Creative use of bungees, plus a bit of handlebar twisting and maybe a bit of pipe lagging where it will do most good and you'll be fine strapping a tandem onto roof bars.


----------



## Bonefish Blues (15 Mar 2018)

It would be a bit of a struggle but doable. Set up an eBay alert for a Pendle carrier too?


----------



## Sharky (16 Mar 2018)

In the days before special carriers, we used to turn our bikes upsidedown and rest the brake levers on one of the roof rails, secured by a couple of toe straps. At the other end, the saddle rested on the other roof rail, with a sponge or beret to protect the saddle and another toestrap to secure it.

So could you use the same method just securing the front handlebars and front saddle and leave the rear saddle unsupported.


----------



## Heltor Chasca (16 Mar 2018)

Sharky said:


> In the days before special carriers, we used to turn our bikes upsidedown and rest the brake levers on one of the roof rails, secured by a couple of toe straps. At the other end, the saddle rested on the other roof rail, with a sponge or beret to protect the saddle and another toestrap to secure it.
> 
> So could you use the same method just securing the front handlebars and front saddle and leave the rear saddle unsupported.



You should be thanked for a great idea and a good excuse to purchase a beret.


----------



## Sixmile (16 Mar 2018)

What kind of car is it and what weight is the bike. A Seasucker rack might work.


----------



## Bikepilot (18 Mar 2018)

Hi, when I picked up our tandem, second hand, met the guys who fetched it off roof of his car which I think was a Golf Estate...he offered me a length of wood he'd made I think to extend a standard cycle carrier to fit the tandem...from memory if was over a metre long, about 5 cm wide with a channel cut in it so the bike was carried wheels down.
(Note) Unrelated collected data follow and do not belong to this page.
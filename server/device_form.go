package server

import (
	"slices"

	"github.com/labstack/echo/v4"

	"tripwell/forms"
	"tripwell/store"
)

// deviceForm is the page of a new device, or of one that is there.
func (s *Server) deviceForm(c echo.Context, site store.Site, d *store.Device, f *typedForm) formPage {
	k := s.ink()
	q := func(name string, more ...func(*field)) field {
		out := field{Name: name, Label: k.say("office.device.ask." + name), Unit: fieldUnits[name]}
		if k.words.Has("office.device.hint." + name) {
			out.Hint = k.say("office.device.hint." + name)
		}
		if fieldUnits[name] != "" || name == "order" {
			out.Type = "number"
		}
		for _, m := range more {
			m(&out)
		}
		return out
	}
	needed := func(f *field) { f.Required = true }
	kinds := make([]option, 0, len(forms.Kinds()))
	for _, kind := range forms.Kinds() {
		kinds = append(kinds, option{Value: kind, Text: k.named("kind", kind)})
	}
	p := formPage{
		Frame: s.frame(c, k.say("office.device.new"), "sites"), Crumbs: []link{{Href: siteHref(site), Text: site.Name}},
		Heading: k.say("office.device.new_head", "site", site.Name), Action: siteHref(site) + "/devices", Submit: k.say("office.device.save_new"), Cancel: siteHref(site),
		Groups: []fieldGroup{
			{Legend: k.say("office.device.group_place"), Fields: []field{q("building"), q("floor"), q("room"), q("name", needed), q("order"), q("critical_load"), q("whom_to_tell"), q("usual", func(f *field) { f.Options = s.usualOptions(c, site) }),
				q("test_from", func(f *field) { f.Type = "time" }), q("test_until", func(f *field) { f.Type = "time" })}},
			{Legend: k.say("office.device.group_device"), Fields: []field{
				q("kind", needed, func(f *field) { f.Options = kinds }), q("make"), q("model"), q("serial"), q("rating_a"), q("nominal_v"), q("rated_residual_ma"),
				q("installed", func(f *field) { f.Type = "date" }),
				q("equipment_ground", func(f *field) {
					f.Options = optional(k.say("office.device.not_said"), "yes", k.say("office.device.ground_yes"), "none-permitted", k.say("office.device.ground_none"))
				}),
				q("faces", func(f *field) {
					f.Options = optional(k.say("office.device.not_said"), "2", k.say("office.device.faces_two"), "1", k.say("office.device.faces_one"))
				}),
				q("delayed", func(f *field) { f.Type = "check" }), q("note", func(f *field) { f.Type, f.Wide = "text-area", true }),
			}},
			{Legend: k.say("office.device.group_supply"), Fields: []field{q("panel"), q("circuit"), q("breaker_a"), q("supply", func(f *field) {
				f.Options = optional(k.say("office.device.not_said"), "grounded", k.say("office.device.supply_grounded"), "isolated", k.say("office.device.supply_isolated"))
			})}},
		},
	}
	if d != nil {
		if travels(d) {
			p.Groups[0] = s.itemGroup(c, site, d, q)
		}
		if traits := s.traitGroup(d.Kind, site, q); len(traits.Fields) > 0 {
			p.Groups = slices.Insert(p.Groups, 2, traits)
		}
		if !travels(d) {
			supply := &p.Groups[len(p.Groups)-1]
			supply.Fields = append(supply.Fields, q("fed_by", func(q *field) { q.Options = s.deviceSources(c, *d, f.Get("fed_by")) }), q("fed_find", func(f *field) { f.Known, f.Wide = s.sourcesNamed(c, *d), true }))
		}
		p.Frame, p.Heading = s.frame(c, k.say("office.device.edit"), "sites"), k.say("office.device.edit_head", "spot", s.spot(d.DeviceRow))
		p.Crumbs = append(p.Crumbs, link{Href: "/devices/" + d.ID, Text: s.spot(d.DeviceRow)})
		p.Action, p.Submit, p.Cancel = "/devices/"+d.ID+"/edit", k.say("office.device.save"), "/devices/"+d.ID
		return p
	}
	p.Groups[1].Note = k.say("office.device.traits_later")
	if place := f.Get("place"); place != "" {
		p.Hidden = append(p.Hidden, hidden{"place", place}, hidden{"fed_by", f.Get("fed_by")})
		p.Lead = k.say("office.device.move_hint")
		return p
	}
	p.Groups = append(p.Groups, fieldGroup{Legend: k.say("office.device.group_label"), Fields: []field{q("tag"), q("mint", func(f *field) { f.Type = "check" })}})
	return p
}

// traitGroup asks what the limits of a kind depend on, and only of a kind whose limits do.
func (s *Server) traitGroup(kind string, site store.Site, q func(name string, more ...func(*field)) field) fieldGroup {
	k := s.ink()
	g := fieldGroup{Legend: k.say("office.device.group_traits"), Note: k.say("office.device.traits_note")}
	for _, t := range forms.TraitsOf(kind, site.Standard) {
		g.Fields = append(g.Fields, q(t.Field, func(f *field) {
			if t.Figure {
				f.Type = "number"
			}
			if len(t.Options) > 0 {
				f.Options = []option{{Text: k.say("office.device.not_said")}}
			}
			for _, o := range t.Options {
				f.Options = append(f.Options, option{Value: o, Text: s.traitText(t, o)})
			}
		}))
	}
	return g
}

// traitText writes what a trait says.
func (s *Server) traitText(t forms.Trait, value string) string {
	k := s.ink()
	switch key := "office.device.answer." + t.Field + "." + value; {
	case t.IsYesNo() && value == "yes":
		return k.say("office.yes")
	case t.IsYesNo() && value == "no":
		return k.say("office.no")
	case k.words.Has(key):
		return k.say(key)
	}
	return value
}

// traitInput reads what a form may change of them; a form that does not ask for one leaves it as it is.
func traitInput(f *typedForm, set map[string]any) {
	for _, t := range forms.Traits() {
		switch name := t.Field; {
		case !f.Has(name):
		case t.Figure:
			f.setFigure(set, name, name, f.figure(name))
		case t.IsYesNo():
			if v := f.choice(name, "", "yes", "no"); f.changed(name) {
				if set[name] = v == "yes"; v == "" {
					set[name] = nil
				}
			}
		case len(t.Options) > 0:
			f.setText(set, name, name, f.choice(name, append([]string{""}, t.Options...)...))
		default:
			f.setText(set, name, name, f.line(name, 40))
		}
	}
}

// traitValues puts a device's traits into the values of its form.
func traitValues(fields map[string]any, out map[string]string) {
	for _, t := range forms.Traits() {
		switch v := fields[t.Field].(type) {
		case bool:
			out[t.Field] = map[bool]string{true: "yes", false: "no"}[v]
		case float64:
			out[t.Field] = plainFigure(v)
		case string:
			out[t.Field] = v
		default:
			out[t.Field] = ""
		}
	}
}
I declined as if I ever move it I removed wheels, mudguards, rack and handlebars.


----------



## Dave 123 (19 Mar 2018)

We are very lucky. We bought our 1st tandem second hand, it came with a Pendle roof bar. We sold the tandem a year later to buy a new one. We sold the 2nd hand one for what we gave for it a year earlier, but we kept the Pendle rack!

It is solid, and worth the money if you can stretch to it. I'll happily sit on a motorway at 70mph (90 in reality)


----------



## wuverley (19 Mar 2018)

Thanks everyone. While I'm sure it would be easier to use a purpose designed carrier I'm becoming more convinced that strapping the bike frame to the roof bars is doable and reasonably safe... hopefully.
We got a bargain secondhand Thorn tandem and I can't stretch to paying nearly as much for a carrier. 

Thanks again


----------



## biggs682 (28 Mar 2018)

I have never tried to even lift our tandem on to the roof of the car as i can imagine it would take a fair degree of lifting and man handling , so my answer is to remove both wheels and remove the rear seats from our C Max and slide it inside , ok it means that only 2 of us can travel at the same time .
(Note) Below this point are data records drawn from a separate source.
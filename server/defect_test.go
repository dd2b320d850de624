package server

import (
	"bytes"
	"context"
	"image"
	"image/color"
	"image/jpeg"
	"mime/multipart"
	"net/http"
	"net/url"
	"regexp"
	"strings"
	"testing"
)

// hrefOf finds the first link of a page that matches.
func hrefOf(t testing.TB, page, pattern string) string {
	t.Helper()
	m := regexp.MustCompile(`href="(` + pattern + `)"`).FindStringSubmatch(page)
	if m == nil {
		t.Fatalf("the page has no link like %s", pattern)
	}
	return m[1]
}

const anyDefect = `/defects/[0-9a-f-]{36}`

// say fills in a form of a defect and sends it.
func (r *rig) say(b *http.Client, path string, pairs ...string) answer {
	r.t.Helper()
	form := setAll(r.openForm(b, path), pairs...)
	return r.submit(b, path, form.Encode())
}

func wantIn(t testing.TB, page string, all ...string) {
	t.Helper()
	for _, want := range all {
		if !strings.Contains(page, want) {
			t.Errorf("the page does not say %q", want)
		}
	}
}

func TestDefect_FromTheFailToClosed(t *testing.T) {
	r := newRig(t, 3)
	h := r.handset(r.crew)
	b := r.signIn(r.manager)
	fail := h.entry(r.devices[1], 19) // UL 943 Class A: the device must trip between 4 and 6 mA
	h.push(fail.bytes(t))
	list := r.open(b, "/defects").body
	wantIn(t, list, "1 failed, still in use for", "Still in use", "19"+thin+"mA", "Outlet 2")
	defect := hrefOf(t, list, anyDefect)
	wantIn(t, r.open(b, "/defects?state=in-use&site=KILN-LANE&severity=unsafe").body, defect)
	wantIn(t, r.open(b, "/entries/"+fail.ID).body, defect)

	if res := r.submit(b, defect+"/safe", setAll(r.openForm(b, defect+"/safe"), "text", " ").Encode()); res.status != http.StatusUnprocessableEntity {
		t.Errorf("made safe, nobody says how: got %d", res.status)
	}
	r.say(b, defect+"/safe", "text", "Breaker off and locked")
	wantIn(t, r.open(b, "/").body, "1 failed, not in use.")
	r.say(b, defect+"/assign", "to", r.crew.ID, "due", "2027-01-04", "parts", "GFCI receptacle 20 A\nwall plate")
	wantIn(t, r.open(b, "/defects/parts").body, "2 parts to bring.", "wall plate", "Outlet 2")
	r.say(b, defect+"/close", "text", "seen to")
	wantIn(t, r.open(b, defect).body, "what failed has not passed since", "Breaker off and locked", "Crew 1")
	r.say(b, defect+"/repaired", "text", "Module changed")
	h.push(h.entry(r.devices[1], 5).bytes(t))
	wantIn(t, r.open(b, defect).body, "Closed", "the passing test of", "Module changed")
	wantIn(t, r.open(b, "/").body, "Nothing overdue, nothing failed.")
	wantIn(t, r.open(b, "/defects/past").body, "1 defect closed")
	r.say(b, defect+"/reopen", "text", "Trips again")
	wantIn(t, r.open(b, defect).body, "It was opened again.", "Still in use")
}

// A correction of the failing entry takes the defect away, and what was said of it stays to be seen.
func TestDefect_GoesWithTheCorrection(t *testing.T) {
	r := newRig(t, 1)
	h := r.handset(r.crew)
	b := r.signIn(r.manager)
	fail := h.entry(r.devices[0], 51)
	h.push(fail.bytes(t))
	defect := hrefOf(t, r.open(b, "/defects").body, anyDefect)
	r.say(b, defect+"/safe", "text", "Breaker off")
	path := "/entries/" + fail.ID + "/correct"
	if res := r.say(b, path, "reason", "decimal point", "reading.trip_current_ma", "5.1"); res.status != http.StatusSeeOther {
		t.Fatalf("correct: %d", res.status)
	}
	if res := r.open(b, defect); res.status != http.StatusNotFound || !strings.Contains(res.body, "corrected or withdrawn") {
		t.Errorf("the defect that was corrected away: got %d %s", res.status, res.body)
	}
	wantIn(t, r.open(b, "/defects").body, "No open defects.")
	wantIn(t, r.open(b, "/devices/"+r.devices[0]).body, "a defect that a correction took away", "Breaker off")
	wantIn(t, r.open(b, "/entries/"+fail.ID).body, "the defect is gone too", "<s>")
}

func TestDefect_ByHandWithItsPhoto(t *testing.T) {
	r := newRig(t, 1)
	b := r.signIn(r.manager)
	img := image.NewRGBA(image.Rect(0, 0, 2400, 1200))
	for i := range img.Pix {
		img.Pix[i] = byte(i)
	}
	img.Set(0, 0, color.White)
	var picture bytes.Buffer
	must(t, jpeg.Encode(&picture, img, nil))
	path := "/devices/" + r.devices[0] + "/defects"
	form := setAll(r.openForm(b, path+"/new"), "text", "Face cracked", "severity", "repair", "parts", "receptacle")
	if res := r.sendFile(b, path, form, []byte("no picture")); res.status != http.StatusUnprocessableEntity || !strings.Contains(res.body, "Face cracked") {
		t.Errorf("a file that is no picture: got %d", res.status)
	}
	res := r.sendFile(b, path, form, picture.Bytes())
	if res.status != http.StatusSeeOther {
		t.Fatalf("record a defect: %d %s", res.status, res.body)
	}
	page := r.open(b, res.header.Get("Location")).body
	wantIn(t, page, "Face cracked", "Repair", "receptacle")
	photo := r.open(b, hrefOf(t, page, `/records/[0-9a-f-]{36}/photos/[0-9a-f]{64}`))
	got, kind, err := image.DecodeConfig(strings.NewReader(photo.body))
	if err != nil || kind != "jpeg" || got.Width != 1600 || got.Height != 800 {
		t.Errorf("the photo: %v %s %dx%d, want a JPEG of 1600 by 800", err, kind, got.Width, got.Height)
	}
	again := r.sendFile(b, path, form, picture.Bytes())
	if again.status != http.StatusSeeOther || strings.Count(r.open(b, "/defects").body, "Face cracked") != 1 {
		t.Error("sent twice, it is not one defect")
	}
	other := r.signIn(r.person("Crew 9", "crew"))
	if res := r.open(other, res.header.Get("Location")); res.status != http.StatusNotFound {
		t.Errorf("whoever has not the site: got %d", res.status)
	}
}

// sendFile sends a form with a file.
func (r *rig) sendFile(b *http.Client, path string, form url.Values, raw []byte) answer {
	r.t.Helper()
	var body bytes.Buffer
	w := multipart.NewWriter(&body)
	for name, values := range form {
		for _, v := range values {
			if name != fileField {
				must(r.t, w.WriteField(name, v))
			}
		}
	}
	file, err := w.CreateFormFile(fileField, "picture.jpg")
	must(r.t, err)
	_, err = file.Write(raw)
	must(r.t, err)
	must(r.t, w.Close())
	req, err := http.NewRequestWithContext(context.Background(), http.MethodPost, r.url+path, &body)
	must(r.t, err)
	req.Header.Set("Content-Type", w.FormDataContentType())
	req.Header.Set("Origin", r.url)
	return r.do(b, req)
}

// Exif 2.3, 4.6.4 A: Orientation (0x0112) 6 stands on its side, to be turned a quarter clockwise.
func TestTurnOf_ReadsTheCamerasOrientation(t *testing.T) {
	header := "\xff\xd8\xff\xe1\x00\x22Exif\x00\x00"
	little := header + "II*\x00\x08\x00\x00\x00\x01\x00\x12\x01\x03\x00\x01\x00\x00\x00\x06\x00\x00\x00"
	big := header + "MM\x00*\x00\x00\x00\x08\x00\x01\x01\x12\x00\x03\x00\x00\x00\x01\x00\x03\x00\x00"
	for raw, want := range map[string]int{little: 1, big: 2, header: 0, header + "II*\x00\xff\xff\xff\x7f": 0, "": 0} {
		if got := turnOf([]byte(raw)); got != want {
			t.Errorf("%q: got %d quarters, want %d", raw, got, want)
		}
	}
	img := image.NewRGBA(image.Rect(0, 0, 2, 1))
	img.Set(0, 0, color.White)
	if out := turned(img, 1); out.Bounds().Dy() != 2 || out.At(0, 0) != img.At(0, 0) {
		t.Errorf("a quarter turn: got %v", out)
	}
}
This idea works for us , plus its out of sight as well once parked up .


----------



## Alex H (28 Mar 2018)

With our first tandem, I put a couple of 2m pieces of 5cm x 5cm wood on to the bars.

At least that way there is no metal to metal rubbing while you're driving along.


----------



## swansonj (28 Mar 2018)

The Tandem Club website still has the Tandem Club Guide to taking tandems on cars. It was written in 2003 by some idiot with too much spare time and a missionary zeal to spread the word that you don't have to spend a fortune if you are willing to do some DIY. Unfortunately it is in their member-only section.


----------



## wuverley (9 Apr 2018)

I still haven't tried the tandem on the roof bars yet. But the day is getting nearer, I'm sure of it. Cheers


----------



## jongooligan (13 Apr 2018)

Been thinking about how to get our tandem on the car roof cheaply and easily. Cheap meant it would have to be a home made solution. Easy because we don't want to knack ourselves getting it up there. A bonus would be if we could come up with something that we could use to lift the canoe onto the car roof as well.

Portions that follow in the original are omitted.